<<<<

# ------------------------------------------------------------------------ logging
def test_verbose_shows_the_stages_and_twice_verbose_the_passes(demo_files, tmp_path, capsys):
    assert main(["-v"] + _suggest_argv(demo_files, tmp_path / "v", "--bootstrap", "0")) == 0
    err = capsys.readouterr().err.splitlines()
    assert "cvdesign suggest: building the candidate pool" in err
    assert any(line.startswith("cvdesign suggest: pool: ") for line in err)
    assert any(line.startswith("cvdesign suggest: statistics pass") for line in err)
    assert not any(": debug: " in line for line in err)
    assert main(_suggest_argv(demo_files, tmp_path / "vv", "--bootstrap", "0", "-vv")) == 0
    err = capsys.readouterr().err.splitlines()
    assert any(line.startswith("cvdesign suggest: debug: screening: ") for line in err), err
    assert "cvdesign suggest: building the candidate pool" in err


def test_the_library_prints_and_logs_nothing_unless_asked(demo_files, capsys, caplog):
    top, states = demo_files
    source = Source.from_states(top, {"closed": states["closed"][:1],
                                      "open": states["open"][:1]})
    settings = dict(selection=_SELECT, max_terms=1, n_suggestions=1, n_bootstrap=20)
    quiet = suggest(source, **settings)
    assert capsys.readouterr() == ("", "")
    assert [r for r in caplog.records if r.name.startswith("cvdesign")] == []
    assert not active()
    # the same run with INFO records asked for: the stages are logged (so the check above
    # could fail), on the package's loggers, and the result is the same
    with caplog.at_level(logging.INFO, logger="cvdesign"):
        told = suggest(source, **settings)
    messages = [r.getMessage() for r in caplog.records]
    assert "building the candidate pool" in messages
    assert {r.name for r in caplog.records} == {"cvdesign.pipeline.suggest"}
    assert capsys.readouterr() == ("", "")
    assert told.ranking_json() == quiet.ranking_json()


def test_the_package_logger_has_a_null_handler_so_python_prints_no_warning():
    code = ("import logging, cvdesign; logging.getLogger('cvdesign.pipeline').warning('hidden');"
            " logging.getLogger('elsewhere').warning('shown')")
    env = {**os.environ, "PYTHONPATH": _ROOT + os.pathsep + os.environ.get("PYTHONPATH", "")}
    res = subprocess.run([sys.executable, "-c", code], capture_output=True, text=True, env=env,
                         timeout=120)
    assert res.returncode == 0
    # Python's last-resort handler prints the other logger's warning, not cvdesign's
    assert res.stderr == "shown\n" and res.stdout == ""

>>>>

INSTRUCTIONS TO FOLLOW: The listing above is to be transcribed in full, with no line omitted.

RESPONSE BOX:
# ------------------------------------------------------------------------ logging
def test_verbose_shows_the_stages_and_twice_verbose_the_passes(demo_files, tmp_path, capsys):
    assert main(["-v"] + _suggest_argv(demo_files, tmp_path / "v", "--bootstrap", "0")) == 0
    err = capsys.readouterr().err.splitlines()
    assert "cvdesign suggest: building the candidate pool" in err
    assert any(line.startswith("cvdesign suggest: pool: ") for line in err)
    assert any(line.startswith("cvdesign suggest: statistics pass") for line in err)
    assert not any(": debug: " in line for line in err)
    assert main(_suggest_argv(demo_files, tmp_path / "vv", "--bootstrap", "0", "-vv")) == 0
    err = capsys.readouterr().err.splitlines()
    assert any(line.startswith("cvdesign suggest: debug: screening: ") for line in err), err
    assert "cvdesign suggest: building the candidate pool" in err


def test_the_library_prints_and_logs_nothing_unless_asked(demo_files, capsys, caplog):
    top, states = demo_files
    source = Source.from_states(top, {"closed": states["closed"][:1],
                                      "open": states["open"][:1]})
    settings = dict(selection=_SELECT, max_terms=1, n_suggestions=1, n_bootstrap=20)
    quiet = suggest(source, **settings)
    assert capsys.readouterr() == ("", "")
    assert [r for r in caplog.records if r.name.startswith("cvdesign")] == []
    assert not active()
    # the same run with INFO records asked for: the stages are logged (so the check above
    # could fail), on the package's loggers, and the result is the same
    with caplog.at_level(logging.INFO, logger="cvdesign"):
        told = suggest(source, **settings)
    messages = [r.getMessage() for r in caplog.records]
    assert "building the candidate pool" in messages
    assert {r.name for r in caplog.records} == {"cvdesign.pipeline.suggest"}
    assert capsys.readouterr() == ("", "")
    assert told.ranking_json() == quiet.ranking_json()


def test_the_package_logger_has_a_null_handler_so_python_prints_no_warning():
    code = ("import logging, cvdesign; logging.getLogger('cvdesign.pipeline').warning('hidden');"
            " logging.getLogger('elsewhere').warning('shown')")
    env = {**os.environ, "PYTHONPATH": _ROOT + os.pathsep + os.environ.get("PYTHONPATH", "")}
    res = subprocess.run([sys.executable, "-c", code], capture_output=True, text=True, env=env,
                         timeout=120)
    assert res.returncode == 0
    # Python's last-resort handler prints the other logger's warning, not cvdesign's
    assert res.stderr == "shown\n" and res.stdout == ""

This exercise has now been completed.